# Setzer tonight in Kitchener.



## davetcan (Feb 27, 2006)

Should be awesome. :sFun_cheerleader2:


----------



## greco (Jul 15, 2007)

I saw him last year at the Centre in the Square, Kitchener. 

You won't be disappointed!

Enjoy!

Dave


----------



## Diablo (Dec 20, 2007)

Oh man..l.wish I knew earlier. Would love to be there.


----------



## Milkman (Feb 2, 2006)

I was offered a seat in front. I respect him as a player, but I can only take him in moderate doses.

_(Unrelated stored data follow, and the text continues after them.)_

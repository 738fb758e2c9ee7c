package tui

import (
	"fmt"
	"math"
	"strings"
)

// profileView draws the potential along the segment between the two
// marks as a line chart, with readings near the segment marked.
type profileView struct {
	styles        Styles
	width, height int
}

func newProfileView(st Styles) profileView { return profileView{styles: st} }

func (p profileView) SetSize(w, h int) profileView {
	p.width, p.height = w, h
	return p
}

// profileLeft is the width of the value labels left of the chart.
const profileLeft = 10

// sample returns n potentials evenly spaced from a to b (NaN outside the
// surveyed area).
func (sc *scene) sample(a, b [2]float64, n int) []float64 {
	out := make([]float64, n)
	for i := range out {
		t := float64(i) / float64(max(n-1, 1))
		pr := sc.probeAt(a[0]+t*(b[0]-a[0]), a[1]+t*(b[1]-a[1]))
		out[i] = pr.V
	}
	return out
}

// View draws the chart for marks a and b.
func (p profileView) View(sc *scene, a, b *[2]float64) string {
	st := p.styles
	if a == nil || b == nil {
		return st.Faint.Render("Mark two points with m on the map, then press p.")
	}
	length := math.Hypot(b[0]-a[0], b[1]-a[1])
	title := st.PanelTitle.Render("Profile") + st.Label.Render(fmt.Sprintf("  A %s, %s → B %s, %s   %s m   potential in %s; o: readings within reach",
		fixed(a[0]), fixed(a[1]), fixed(b[0]), fixed(b[1]), num(length), sc.unit))
	pw, ph := max(p.width-profileLeft-1, 4), max(p.height-3, 3)
	vs := sc.sample(*a, *b, pw)
	lo, hi := finiteRange(vs)
	if math.IsNaN(lo) {
		return truncate(title, p.width) + "\n" + st.Faint.Render("the segment lies outside the surveyed area")
	}
	if hi-lo < 1e-12 {
		lo, hi = lo-1, hi+1
	}
	canvas := newCanvas(pw, ph)
	rowOf := func(v float64) int { return int(math.Round((hi - v) / (hi - lo) * float64(ph-1))) }
	prev := -1
	for i, v := range vs {
		if math.IsNaN(v) {
			prev = -1
			continue
		}
		r := rowOf(v)
		canvas.line(i, prev, r)
		prev = r
	}
	p.readingsNear(sc, *a, *b, length, canvas, rowOf)
	return truncate(title, p.width) + "\n" + canvas.render(lo, hi) + "\n" + p.axis(pw, length)
}

// readingsNear marks readings within reach of the segment at their
// projected position and corrected value.
func (p profileView) readingsNear(sc *scene, a, b [2]float64, length float64, c *canvas, rowOf func(float64) int) {
	if length == 0 {
		return
	}
	reach := max(length/40, sc.res.Grid.DX)
	ux, uy := (b[0]-a[0])/length, (b[1]-a[1])/length
	for i, r := range sc.res.Survey.Readings {
		dx, dy := r.X-a[0], r.Y-a[1]
		t := dx*ux + dy*uy
		if t < 0 || t > length || math.Abs(dx*uy-dy*ux) > reach {
			continue
		}
		v := r.V
		if q := sc.res.QA; q != nil && i < len(q.Corrected) {
			v = q.Corrected[i]
		}
		col := int(math.Round(t / length * float64(c.w-1)))
		c.set(col, rowOf(v), 'o')
	}
}

func (p profileView) axis(pw int, length float64) string {
	right := num(length) + " m"
	gap := max(pw-len("0 m")-len(right), 1)
	return strings.Repeat(" ", profileLeft+1) + "0 m" + strings.Repeat(" ", gap) + right
}

func finiteRange(vs []float64) (lo, hi float64) {
	lo, hi = math.NaN(), math.NaN()
	for _, v := range vs {
		if math.IsNaN(v) {
			continue
		}
		if math.IsNaN(lo) {
			lo, hi = v, v
		}
		lo, hi = min(lo, v), max(hi, v)
	}
	return lo, hi
}

// canvas is a character grid for the chart.
type canvas struct {
	w, h  int
	cells [][]rune
}

func newCanvas(w, h int) *canvas {
	c := &canvas{w: w, h: h, cells: make([][]rune, h)}
	for r := range c.cells {
		c.cells[r] = []rune(strings.Repeat(" ", w))
	}
	return c
}

func (c *canvas) set(col, row int, g rune) {
	if col >= 0 && col < c.w && row >= 0 && row < c.h {
		c.cells[row][col] = g
	}
}

// line draws the sample at column col and row r, joined vertically to the
// previous sample's row prev (-1: none).
func (c *canvas) line(col, prev, r int) {
	if prev >= 0 {
		for k := min(prev, r) + 1; k < max(prev, r); k++ {
			c.set(col, k, '|')
		}
	}
	c.set(col, r, '*')
}

// render writes the canvas with value labels at the top, middle and
// bottom rows.
func (c *canvas) render(lo, hi float64) string {
	var sb strings.Builder
	for r, row := range c.cells {
		label := ""
		switch r {
		case 0:
			label = num(hi)
		case c.h / 2:
			label = num((lo + hi) / 2)
		case c.h - 1:
			label = num(lo)
		}
		fmt.Fprintf(&sb, "%*s │%s", profileLeft-1, label, string(row))
		if r < c.h-1 {
			sb.WriteByte('\n')
		}
	}
	return sb.String()
}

Hearing protection is recommended.


----------



## Disbeat (Jul 30, 2011)

One of my favorite guitar players, wish I was there with ya!


----------



## davetcan (Feb 27, 2006)

Awesome, awesome, and yes, awesome. Killer band, special kudos to the bass player and drummer. And that brunnette would be a lot of fun I'm thinking, ;-)


----------



## jdguitarbuilder (Aug 1, 2010)

Was there again this year, front row in front of the Bassman. Great show agree with davetcan about the band all of them are top notch players and Setzers live tone is huge. Had a great time and will be back again if he returns.


----------



## shoretyus (Jan 6, 2007)

Jealous of you guys.... 




jdguitarbuilder said:


> Was there again this year, front row in front of the Bassman. Great show agree with davetcan about the band all of them are top notch players and Setzers live tone is huge. Had a great time and will be back again if he returns.


----------



## Fox Rox (Aug 9, 2009)

i SOOOO wanted to go to the show, but we had to attend my wife's office Christmas party. That said we did win a 3 litre bottle of Smirnoff vodka at the party. :sFun_dancing:


----------



## dodgechargerfan (Mar 22, 2006)

davetcan said:


> Awesome, awesome, and yes, awesome. Killer band, special kudos to the bass player and drummer. And that brunnette would be a lot of fun I'm thinking, ;-)


Were you the guy wearing the Guitars Canada hoodie?

I walked by with my wife as we were trying to figure out where we needed to go to get in. I had planned to go back and say "Hello" but I couldn't find you. 

Great show. We managed to get 6th row right in the middle. So, yeah right in the path of his amp. I didn't find it too bad though. The sound in that theatre is pretty good. 
I think we were just back far enough that we could hear the whole band. When we saw the show in Windsor a couple of years ago, the band was kind of bouncing off the back wall while his amp was right in my face. 

I tried to get to the merch table afterward. I gave up. That poor lady running it by herself looked frazzled. I might just order some stuff online.


----------



## davetcan (Feb 27, 2006)

Yep, that was me. I figured I may as well advertise the forum  I was hoping someone would say hello, I figured there were likely a few of us there. We were on the end of row G. 



dodgechargerfan said:


> Were you the guy wearing the Guitars Canada hoodie?
> 
> I walked by with my wife as we were trying to figure out where we needed to go to get in. I had planned to go back and say "Hello" but I couldn't find you.
> 
> ...


----------



## dodgechargerfan (Mar 22, 2006)

davetcan said:


> Yep, that was me. I figured I may as well advertise the forum  I was hoping someone would say hello, I figured there were likely a few of us there. We were on the end of row G.


Nice to almost meet you. LOL.


----------